## [DESCRIPTION OF THE TASK]
Filter the records below for the word "omega". Keep each line that has it.

[[ RECORD SET, beginning ]]

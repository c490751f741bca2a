"""The least gap follows the zone: a rack tier's fixtures keep it to the tier's own closed sides (walls, uprights,
side panels) and stay under its shelf; open sides need no gap.

Checked on the three-tier rack sample (sample_rooms/three-tier-greens-rack.json, a 0.6096 × 1.2192 m rack, its
shelves covering every tier) by computing each candidate's footprint here from the fixture's length and width.
The 10 cm gap is the planner's default (common practice, no source).
"""

import threading

import pytest

from app.room.library import fixture_library
from app.room.roomfile import parse_room_file, to_json_bytes
from app.service.planner import PlanOptions
from app.service.planner.search import arrangements, zone_search
from tests.conftest import sample_doc

RACK_W, RACK_L = 0.6096, 1.2192
GAP = 0.10
TYPES = ("strip-0.6", "panel-1.2x0.3", "bararray-4x0.6")
TOL = 1e-6


def footprints(t, rot, pos):
    g = t.geometry
    a, b = (g.length_m, g.width_m) if rot % 180 == 0 else (g.width_m, g.length_m)
    return [(x - a / 2, y - b / 2, x + a / 2, y + b / 2) for x, y in pos]


def every_candidate(rf):
    types = [fixture_library()[i] for i in TYPES]
    for zone in rf.room.zones:
        for t, rot, *_, pos in arrangements(rf.room, zone, types, PlanOptions()):
            yield zone, footprints(t, rot, pos), pos


def rack_in_a_room(*obstacles) -> dict:
    """The sample rack standing in a 1.5 × 2 m room, against its left and front walls (film, closed)."""
    doc = sample_doc("three-tier-greens-rack")
    doc["room"].update(width_m=1.5, length_m=2.0)
    doc["room"]["obstacles"] += list(obstacles)
    return doc


SIDE_PANEL = {
    "id": "panel-right",
    "name": "Side panel",
    "x_m": RACK_W,
    "y_m": 0.0,
    "z_m": 0.0,
    "width_m": 0.01,
    "length_m": RACK_L,
    "height_m": 1.88,
}


def test_the_sample_rack_keeps_the_gap_to_its_closed_film_walls():
    """The rack is the room, wrapped in film: its shelf edges are the walls, every side closed."""
    rf = parse_room_file(to_json_bytes(sample_doc("three-tier-greens-rack")))
    seen = 0
    for _zone, boxes, _pos in every_candidate(rf):
        for x0, y0, x1, y1 in boxes:
            seen += 1
            assert x0 >= GAP - TOL and y0 >= GAP - TOL and x1 <= RACK_W - GAP + TOL and y1 <= RACK_L - GAP + TOL
    assert seen


def test_open_sides_of_the_sample_rack_need_no_gap():
    doc = sample_doc("three-tier-greens-rack")
    doc["room"]["open_sides"] = ["front", "back"]
    rf = parse_room_file(to_json_bytes(doc))
    reach = 0.0
    for _zone, boxes, _pos in every_candidate(rf):
        for x0, y0, x1, y1 in boxes:
            assert x0 >= GAP - TOL and x1 <= RACK_W - GAP + TOL  # left and right still closed
            assert y0 >= -TOL and y1 <= RACK_L + TOL  # front and back open: up to the edge, not past it
            reach = max(reach, y1 - (RACK_L - GAP), GAP - y0)
    assert reach > 0.05  # some candidates really use the open sides' room


def test_a_rack_standing_in_a_room_hangs_each_tier_under_its_own_shelf():
    """Against the closed left and front walls: the gap; its inner sides are open (no panel, no upright): the
    footprints reach the shelf's edge but never past it (they hang under that shelf). Before, the gap was taken
    to the room's far walls and a fixture could stick out of the rack."""
    rf = parse_room_file(to_json_bytes(rack_in_a_room()))
    seen = 0
    for _zone, boxes, _pos in every_candidate(rf):
        for x0, y0, x1, y1 in boxes:
            seen += 1
            assert x0 >= GAP - TOL and y0 >= GAP - TOL
            assert x1 <= RACK_W + TOL and y1 <= RACK_L + TOL
    assert seen


def test_a_side_panel_closes_the_tiers_side():
    """A panel along the rack's right side, from the floor past the top shelf: 10 cm to it on every tier."""
    rf = parse_room_file(to_json_bytes(rack_in_a_room(SIDE_PANEL)))
    seen = 0
    for _zone, boxes, _pos in every_candidate(rf):
        for x0, y0, x1, y1 in boxes:
            seen += 1
            assert x0 >= GAP - TOL and y0 >= GAP - TOL and x1 <= RACK_W - GAP + TOL and y1 <= RACK_L + TOL
    assert seen


def test_a_panel_beside_only_the_top_tier_closes_only_that_tier():
    """How a zone's tier is found (app.room.layout): the shelf covering it; a panel from 1.25 m (shelf 3) up
    stands beside tier 3 only, so tiers 1 and 2 keep their open right side."""
    short = {**SIDE_PANEL, "z_m": 1.28, "height_m": 0.6}
    rf = parse_room_file(to_json_bytes(rack_in_a_room(short)))
    widest = {}
    for zone, boxes, _pos in every_candidate(rf):
        widest[zone.id] = max([widest.get(zone.id, 0.0)] + [x1 for _x0, _y0, x1, _y1 in boxes])
    assert widest["tier-3"] <= RACK_W - GAP + TOL
    assert widest["tier-1"] > RACK_W - GAP + 0.05 and widest["tier-2"] > RACK_W - GAP + 0.05


@pytest.mark.parametrize("doc", [rack_in_a_room(), rack_in_a_room(SIDE_PANEL)], ids=["open", "panel"])
def test_zone_search_layouts_obey_the_tiers_sides(doc):
    """The microgreen tier's layouts (a 5 cm gap, so that strips fit) keep to the tier's sides."""
    gap = 0.05
    rf = parse_room_file(to_json_bytes(doc))
    right = RACK_W - (gap if len(rf.room.obstacles) > 4 else 0.0)
    zone = rf.room.zones[0]
    t = fixture_library()["strip-0.6"]
    lays = zone_search(rf, zone, [t], PlanOptions(min_gap_m=gap), lambda *_: None, threading.Event())
    assert lays
    for lay in lays:
        for x0, y0, x1, y1 in footprints(t, lay.rotation_deg, lay.positions):
            assert x0 >= gap - TOL and y0 >= gap - TOL and x1 <= right + TOL and y1 <= RACK_L + TOL
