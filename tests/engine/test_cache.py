"""The engine's caches: content keys, byte bounds, counters, and memory over a long editing session."""

from __future__ import annotations

import json
import subprocess
import sys
import textwrap

import numpy as np
import pytest

from app.engine import cache
from app.engine.distributions import tabulated
from tests.conftest import ROOT


def test_lru_evicts_by_bytes_and_counts_hits():
    c = cache.BoundedCache("test-lru", max_bytes=3 * 8000 + 500)
    for k in range(5):
        c.put(k, np.zeros(1000))  # 8,000 bytes each
    s = c.stats()
    assert s.entries == 3 and s.bytes <= s.max_bytes
    assert c.get(0) is None and c.get(4) is not None
    assert (c.hits, c.misses) == (1, 1)
    c.clear()
    assert c.stats().entries == 0
    del cache.REGISTRY["test-lru"]


def test_memoise_keys_by_content_and_clear_all_empties_it():
    calls = []

    @cache.memoise("test-memo", max_bytes=1 * cache.MIB)
    def square(x):
        calls.append(x)
        return np.full(10, x * x)

    square(3), square(3), square(4)
    assert calls == [3, 4]
    cache.clear_all()
    square(3)
    assert calls == [3, 4, 3]
    del cache.REGISTRY["test-memo"]


def test_a_tabulated_key_covers_its_angles():
    """Same values on other polar angles are another distribution (wider beam), so another cache key."""
    values = [[1.0, 0.8, 0.3, 0.0]]
    narrow = tabulated([0, 20, 40, 60], [0], values)
    wide = tabulated([0, 30, 60, 90], [0], values)
    assert narrow.key != wide.key
    assert tabulated([0, 20, 40, 60], [0], values).key == narrow.key


@pytest.mark.slow
def test_forty_edits_of_one_bench_stay_under_600_mib():
    """Each edit resizes and moves a bench of the basement sample (new grid, new patch map): resident memory
    must stay bounded by the caches' byte budgets (issue limit: 600 MiB), not grow with the edit count."""
    script = textwrap.dedent(
        f"""
        import json, sys
        from app.room.roomfile import parse_room_file
        from app.service.analysis import analyse
        from app.engine import cache
        doc = json.load(open({str(ROOT / "sample_rooms" / "basement-two-benches.json")!r}))
        z = doc["room"]["zones"][0]
        for i in range(40):
            z["width_m"] = round(z["width_m"] * (0.97 if i % 2 else 1.02), 4)
            z["x_m"] = round(z["x_m"] + (0.01 if i % 2 else -0.005), 4)
            analyse(parse_room_file(json.dumps(doc).encode()))
        # VmHWM: this process's own peak. ru_maxrss would start from the parent's resident size at fork
        # (Linux keeps it across exec), so a big test session made this child look big.
        hwm = next(line for line in open("/proc/self/status") if line.startswith("VmHWM:"))
        peak = int(hwm.split()[1]) / 1024
        budget = sum(c.max_bytes for c in cache.REGISTRY.values()) / 2**20
        print(json.dumps({{"peak_mib": peak, "cached_mib": cache.total_bytes() / 2**20, "budget_mib": budget}}))
        """
    )
    out = subprocess.run([sys.executable, "-c", script], cwd=ROOT, capture_output=True, text=True, check=True)
    figures = json.loads(out.stdout.strip().splitlines()[-1])
    assert figures["peak_mib"] < 600, figures
    assert figures["cached_mib"] <= figures["budget_mib"], figures
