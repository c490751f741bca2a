"""Greenhouse sun: solar position, clear-sky insolation, PAR conversion and supplemental light.

pvlib's own tested functions are the reference for solar position and clear-sky
irradiance; these tests check that Leafcast calls them right and that what comes
out agrees with independent published numbers and closed forms.
"""

import math

import numpy as np
import pytest
from numpy.testing import assert_allclose

from app.engine import greenhouse as gh

# Physical constants (CODATA exact values, as in scipy.constants).
PLANCK = 6.62607015e-34
LIGHT = 299792458.0
AVOGADRO = 6.02214076e23
SOLAR_CONSTANT_W_M2 = 1367.0  # Duffie & Beckman, Solar Engineering of Thermal Processes (value from memory)


def test_pvlib_spa_matches_the_published_example():
    # Reda I. & Andreas A. (2004), Solar Energy 76(5):577-589, worked example (values from memory):
    # 2003-10-17 12:30:30 at UTC-7, 39.742476 N, 105.1786 W, 1830.14 m, 820 mbar, 11 °C, ΔT = 67 s
    # → topocentric zenith 50.11162°, azimuth 194.34024°.
    import pandas as pd
    import pvlib

    t = pd.DatetimeIndex([pd.Timestamp("2003-10-17 12:30:30", tz="Etc/GMT+7")])
    sp = pvlib.solarposition.spa_python(
        t, 39.742476, -105.1786, altitude=1830.14, pressure=82000, temperature=11, delta_t=67
    )
    assert_allclose(sp["apparent_zenith"].iloc[0], 50.11162, atol=1e-4)
    assert_allclose(sp["azimuth"].iloc[0], 194.34024, atol=1e-4)


def noaa_solar_elevation_deg(year, month, day, utc_hour, lat, lon):
    """Solar elevation (no refraction) by the NOAA solar calculator's equations (after Meeus),
    written here independently of pvlib."""
    a = (14 - month) // 12
    y = year + 4800 - a
    m = month + 12 * a - 3
    jdn = day + (153 * m + 2) // 5 + 365 * y + y // 4 - y // 100 + y // 400 - 32045
    jd = jdn - 0.5 + utc_hour / 24
    jc = (jd - 2451545.0) / 36525
    r = math.radians
    L = (280.46646 + jc * (36000.76983 + jc * 0.0003032)) % 360
    M = 357.52911 + jc * (35999.05029 - 0.0001537 * jc)
    e = 0.016708634 - jc * (0.000042037 + 0.0000001267 * jc)
    C = (
        math.sin(r(M)) * (1.914602 - jc * (0.004817 + 0.000014 * jc))
        + math.sin(r(2 * M)) * (0.019993 - 0.000101 * jc)
        + math.sin(r(3 * M)) * 0.000289
    )
    omega = 125.04 - 1934.136 * jc
    app_long = L + C - 0.00569 - 0.00478 * math.sin(r(omega))
    eps0 = 23 + (26 + (21.448 - jc * (46.815 + jc * (0.00059 - jc * 0.001813))) / 60) / 60
    eps = eps0 + 0.00256 * math.cos(r(omega))
    decl = math.asin(math.sin(r(eps)) * math.sin(r(app_long)))
    yy = math.tan(r(eps / 2)) ** 2
    eot_min = 4 * math.degrees(
        yy * math.sin(2 * r(L))
        - 2 * e * math.sin(r(M))
        + 4 * e * yy * math.sin(r(M)) * math.cos(2 * r(L))
        - 0.5 * yy * yy * math.sin(4 * r(L))
        - 1.25 * e * e * math.sin(2 * r(M))
    )
    tst = (utc_hour * 60 + eot_min + 4 * lon) % 1440
    ha = tst / 4 - 180
    cz = math.sin(r(lat)) * math.sin(decl) + math.cos(r(lat)) * math.cos(decl) * math.cos(r(ha))
    return 90 - math.degrees(math.acos(cz))


@pytest.mark.parametrize(
    "when, lat, lon",
    [
        ((2025, 6, 21, 12.0), 40.0, -75.0),
        ((2025, 12, 21, 17.0), 40.0, -75.0),
        ((2025, 3, 20, 10.5), 52.0, 5.0),
        ((2025, 9, 1, 3.0), -33.9, 151.2),
        ((2025, 1, 15, 20.25), 19.7, -155.1),
    ],
)
def test_pvlib_solar_position_agrees_with_noaa_equations(when, lat, lon):
    import pandas as pd
    import pvlib

    y, mo, d, h = when
    t = pd.DatetimeIndex([pd.Timestamp(y, mo, d, tz="UTC") + pd.Timedelta(hours=h)])
    elev = pvlib.solarposition.get_solarposition(t, lat, lon)["elevation"].iloc[0]
    # NOAA's spreadsheet equations are a lower-precision series: agreement to about 0.05° (from memory).
    assert_allclose(elev, noaa_solar_elevation_deg(y, mo, d, h, lat, lon), atol=0.05)


def extraterrestrial_daily_mj_m2(lat_deg, day_of_year):
    """Duffie J.A. & Beckman W.A., Solar Engineering of Thermal Processes, eq. 1.10.3 (with Cooper's declination)."""
    phi = math.radians(lat_deg)
    delta = math.radians(23.45 * math.sin(math.radians(360 * (284 + day_of_year) / 365)))
    ws = math.acos(max(-1.0, min(1.0, -math.tan(phi) * math.tan(delta))))
    g = SOLAR_CONSTANT_W_M2 * (1 + 0.033 * math.cos(math.radians(360 * day_of_year / 365)))
    return (
        24
        * 3600
        / math.pi
        * g
        * (math.cos(phi) * math.cos(delta) * math.sin(ws) + ws * math.sin(phi) * math.sin(delta))
        / 1e6
    )


@pytest.fixture(scope="module")
def forty_north():
    return gh.clear_sky_monthly_insolation_mj_m2(40.0, -75.0, 20.0)


def test_clear_sky_insolation_plausible_band(forty_north):
    # Clear-sky daily global insolation at 40° N near sea level (from memory, handbook maps and
    # clear-day measurements): about 27-34 MJ m⁻² d⁻¹ in June, 8-12 in December.
    assert 27 <= forty_north[5] <= 34
    assert 8 <= forty_north[11] <= 12
    assert np.argmax(forty_north) in (5, 6) and np.argmin(forty_north) in (11, 0)


def test_clear_sky_below_extraterrestrial_with_a_clear_day_clearness(forty_north):
    # Mid-month days (Duffie & Beckman Table 1.6.1 recommended days, from memory).
    mid = [17, 47, 75, 105, 135, 162, 198, 228, 258, 288, 318, 344]
    h0 = np.array([extraterrestrial_daily_mj_m2(40.0, n) for n in mid])
    kt = forty_north / h0
    # Clear days have a clearness index of about 0.65-0.8 (from memory).
    assert np.all(kt < 0.85) and np.all(kt > 0.6)


def test_par_conversion_factor_against_the_reference_spectrum():
    # Derived here from the ASTM G173-03 global tilt reference spectrum (shipped by pvlib):
    # photons 400-700 nm by the Planck relation E = h c / λ, divided by the whole spectrum's energy.
    from pvlib.spectrum import get_reference_spectra

    s = get_reference_spectra()
    wl = s.index.to_numpy()
    e = s["global"].to_numpy()
    par = (wl >= 400) & (wl <= 700)
    umol = np.trapezoid(e[par] * wl[par] * 1e-9 / (PLANCK * LIGHT * AVOGADRO) * 1e6, wl[par])
    per_j_global = umol / np.trapezoid(e, wl)
    per_j_par = umol / np.trapezoid(e[par], wl[par])
    assert_allclose(per_j_par, gh.DAYLIGHT_UMOL_PER_J_PAR, rtol=0.02)  # 4.60 against McCree's 4.57
    assert_allclose(per_j_global, gh.PAR_UMOL_PER_J_GLOBAL, rtol=0.05)  # 1.98 against 0.45 × 4.57 = 2.06
    assert_allclose(gh.PAR_UMOL_PER_J_GLOBAL, 2.0565)


def test_outdoor_dli_from_insolation():
    # 20 MJ m⁻² d⁻¹ of global radiation × 2.0565 µmol/J = 41.1 mol m⁻² d⁻¹ (by hand).
    assert_allclose(gh.dli_from_insolation(20.0), 41.13)
    # Under 0.9 glass on a day with 60 % of clear-sky sun: 41.13 × 0.6 × 0.9 = 22.21.
    assert_allclose(gh.natural_dli_inside(41.13, 0.9, 0.6), 22.2102)
    with pytest.raises(ValueError):
        gh.natural_dli_inside(10.0, 1.2)


def test_supplemental_hours_worked_example():
    # Faust & Logan (2018): DLI = PPFD × h × 3600 / 10⁶. Natural 8, target 17: need 9 mol m⁻² d⁻¹.
    # At 150 µmol m⁻² s⁻¹ that is 9e6 / (150 × 3600) = 16.67 h; capped at 16 h it gives 8.64.
    need = gh.supplemental_need([8.0, 20.0], 17.0)
    assert_allclose(need, [9.0, 0.0])
    hours, got = gh.supplemental_hours(need, 150.0, max_hours=18.0)
    assert_allclose(hours, [16.6667, 0.0], rtol=1e-4)
    assert_allclose(got, need)
    hours, got = gh.supplemental_hours(need, 150.0, max_hours=16.0)
    assert_allclose(hours, [16.0, 0.0])
    assert_allclose(got, [8.64, 0.0])


def test_dimming_for_need():
    # 300 µmol m⁻² s⁻¹ at full power for 12 h gives 12.96; a need of 6.48 needs 50 %.
    assert_allclose(gh.dimming_for_need([6.48, 0.0, 30.0, 0.1], 300.0, 12.0), [50.0, 0.0, 100.0, 10.0])


def test_monthly_energy():
    # 1000 W for 10 h a day in a 31-day month: 310 kWh (by hand).
    kwh = gh.monthly_energy_kwh(1000.0, np.full(12, 10.0))
    assert_allclose(kwh[0], 310.0)
    assert_allclose(kwh.sum(), 3650.0)


def test_glazing_table_values_are_fractions_with_a_source():
    for key, (t, note) in gh.GLAZING_TRANSMISSION.items():
        assert 0.5 < t < 1.0, key
        assert "from memory" in note or "(" in note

[[ RECORD SET, end ]]

## [ANSWER TO THIS EXERCISE]
    omega = 125.04 - 1934.136 * jc
    app_long = L + C - 0.00569 - 0.00478 * math.sin(r(omega))
    eps = eps0 + 0.00256 * math.cos(r(omega))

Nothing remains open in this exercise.